China having more than 20% of the world’s population has less than 7% of global freshwater resource at its disposal. Moreover, the available water is unequally distributed, with Tibet having more water than northern China. To relieve the enormous pressure on water resource in China’s north, the leadership in 2003 launched a gigantic South-to-North Water Transfer Project.[i] To satisfy its insatiable demand for electricity and as a part of its shift away from coal, China went on a dam building spree. However, the Chinese projects on the Tibet’s transboundary river have negative impact on the downstream countries.

One such issue is about the Brahmaputra River. The Brahmaputra River which is also known as the Yarlung Tsangpo and has its source in Chemayungdung glacier in Tibet.  The river flows into three densely populated nations of the world–China, India and Bangladesh.  India, which is the middle riparian of the Brahmaputra River, has sour relations with China which control the source of this river in Tibet.

For India, the Brahmaputra River is of great importance for two reasons: first, The River, accounts for 29% of the total run-off of India’s rivers, is key to India’s river linking project; second, The Brahmaputra basin possess about 44% of India’s total hydropower potential.[ii]

But with Chinese construction of dams and water diversion projects, it threatens the downstream countries. In the meantime, there is need for Beijing to maintain relatively stable relations with neighbouring countries in order to provide conditions for China’s peaceful rise.[iii]

Source: Environment and Development Desk, Tibet Policy Institute

Desecuritizing the water issue

To meet its surging energy demand, China itself seeks to utilize its huge hydropower potential of the Brahmaputra but on other hand, China has to maintain a stable relation with India and Bangladesh. Therefore, China follows the desecuritization policy to deal with the water sharing conflicts.

Desecuritization refers to the process of “moving issues off the security agenda and back into the realm of political discourse and normal political dispute and accommodation. Desecuritization is therefore about ‘turning threats into challenges and security into politics’.[iv]

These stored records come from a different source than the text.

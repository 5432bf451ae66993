"""One pass: the running OOB figures equal the plain definition recomputed from the kept trees."""
import numpy as np
import pytest

import baggr
from baggr import data
from baggr.oob import curve
from baggr.learn.draw import Drawer
from generators import friedman1, waveform

import naive


def _oob_by_definition(ens, X, task):
    """For every size b: each row's OOB prediction from the members m < b whose draw left it out."""
    codes = data.encode(data.read_table(X), ens.schema, ens.binning)
    n = codes.shape[1]
    cfg = ens.config
    drawer = Drawer(cfg.draw, n, cfg.seed, fraction=cfg.draw_fraction)
    trees = ens.forest.to_forest().unpack()
    n_out = ens.forest.n_out
    total = np.zeros((n, n_out))
    count = np.zeros(n, np.int64)
    per_size = []
    for m, tree in enumerate(trees):
        rows = np.flatnonzero(drawer.counts(m) == 0)
        leaves = naive.route(codes, rows, tree)  # slow, obvious traversal (tests/naive.py)
        for r, leaf in zip(rows, leaves):
            v = tree.value[leaf]
            if task == "classes" and cfg.vote == "hard":
                hot = np.zeros(n_out)
                hot[int(np.argmax(v))] = 1.0
                v = hot
            total[r] += v
            count[r] += 1
        per_size.append((total.copy(), count.copy()))
    return per_size


@pytest.mark.parametrize("vote", ["hard", "shares"])
def test_classes_oob_equals_definition_after_every_member(vote):
    X, y = waveform(250, seed=21)
    ens = baggr.train(X, y, baggr.Config(members=12, seed=4, vote=vote, min_leaf=2))
    sizes = _oob_by_definition(ens, X, "classes")
    for b, (total, count) in enumerate(sizes, start=1):
        cov = count > 0
        pred = np.argmax(total, axis=1)
        err = np.mean(pred[cov] != y[cov])
        assert ens.oob.raw_curve[b - 1] == pytest.approx(err, abs=1e-12)
        for k in range(3):
            rows = cov & (y == k)
            assert ens.oob.raw_class_curve[b - 1, k] == pytest.approx(np.mean(pred[rows] != k), abs=1e-12)
    total, count = sizes[-1]
    # the estimated curve is the one fitted to these votes (recounted from the kept trees)
    votes = total if vote == "shares" else total.astype(np.int32)
    fit = curve.fit_classes(votes, count.astype(np.int32) if vote == "shares" else np.zeros(0, np.int32),
                            np.asarray(y, np.int32), 3, 12)
    np.testing.assert_allclose(ens.oob.curve, fit.at(np.arange(1, 13)), rtol=1e-12)
    assert ens.oob.error == ens.oob.curve[-1]
    cov = count > 0
    np.testing.assert_array_equal(ens.oob.left_out, count)
    assert ens.oob.coverage == pytest.approx(cov.mean())
    labels = ens.oob.prediction
    assert all(labels[r] is None for r in np.flatnonzero(~cov))
    np.testing.assert_array_equal(labels[cov].astype(int), np.argmax(total, axis=1)[cov])
    np.testing.assert_allclose(ens.oob.shares[cov], total[cov] / total[cov].sum(axis=1, keepdims=True), rtol=1e-12)
    conf = np.zeros((3, 3), int)
    for r in np.flatnonzero(cov):
        conf[y[r], np.argmax(total[r])] += 1
    np.testing.assert_array_equal(ens.oob.confusion, conf)


def test_regression_oob_equals_definition_after_every_member():
    X, y = friedman1(300, seed=22)
    ens = baggr.train(X, y, baggr.Config(members=10, seed=5, min_leaf=3))
    sizes = _oob_by_definition(ens, X, "regression")
    for b, (total, count) in enumerate(sizes, start=1):
        cov = count > 0
        mse = np.mean((total[cov, 0] / count[cov] - y[cov]) ** 2)
        assert ens.oob.raw_curve[b - 1] == pytest.approx(mse, rel=1e-9)
    total, count = sizes[-1]
    cov = count > 0
    np.testing.assert_allclose(ens.oob.prediction[cov], total[cov, 0] / count[cov], rtol=1e-12)
    assert np.all(np.isnan(ens.oob.prediction[~cov]))
    r2 = 1 - np.mean((total[cov, 0] / count[cov] - y[cov]) ** 2) / np.var(y[cov])
    assert ens.oob.raw_r2 == pytest.approx(r2, rel=1e-9)
    # r2 reads the kept ensemble's estimated MSE (oob.error) the same way
    assert ens.oob.r2 == pytest.approx(1 - ens.oob.error / np.var(y[cov]), rel=1e-9)


def test_coverage_follows_one_minus_one_minus_q_to_the_b():
    # A row has at least one OOB vote after b members with probability 1 - (1 - q)^b,
    # q = (1 - 1/n)^n (fact of the trade; 0.899 at b = 5 for n = 1000).
    X, y = waveform(1000, seed=23)
    q = (1 - 1 / 1000) ** 1000
    cov = [baggr.train(X, y, baggr.Config(members=5, seed=s, depth_limit=2)).oob.coverage for s in range(8)]
    expected = 1 - (1 - q) ** 5
    assert np.mean(cov) == pytest.approx(expected, abs=5 * np.sqrt(expected * (1 - expected) / 8000))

China’s desecuritization moves have primarily been of a reactive and short-term nature.[v] Whenever there is concerns raised about the Chinese activities on the upstream of the river, Beijing resorts to a volley of rhetorical comments. The main tool used by the Chinese is the signing of Memorandum of Understanding (MoU) regarding sharing hydrological data with India and Bangladesh, not leaving any space for downstream to point finger to China for being uncooperative upper riparian country.

But, whenever the circumstances arise, China uses Tibet’s river to achieve its foreign policy goal. During the Doklam conflict, the issue of Brahmaputra also came into play, this is because of the lack of cooperation or agreement between the two countries. Since there is no water sharing agreement or any dispute settling mechanism between the two countries, the issue of water is often mixed with border conflicts.

Existing apparatus between the countries on water is mostly a series of MoU on hydrological data sharing and a body of experts-level mechanism. However, these MoUs are non-binding and there is no overseeing organizational body that can ensure a fair implementation of the agreement.

With the recent Chinese policy of not sharing hydrological data with India, China has actually violated the bilateral MoUs. According to the MoUs, China is obliged to share a hydrological data from three upstream monitoring stations of the Brahmaputra River in Tibet during the monsoon season from May 15 to October 15 and India on other side has to pay for the hydrological data.  While China sells hydrological data to downstream countries, India provides such data without charging fee to both of its downstream neighbors- Pakistan and Bangladesh.

Mr. Raveesh Kumar, Indian foreign ministry spokesperson during a regular briefing said that “for this year, we have not received the hydrological data from the Chinese side”.[vi]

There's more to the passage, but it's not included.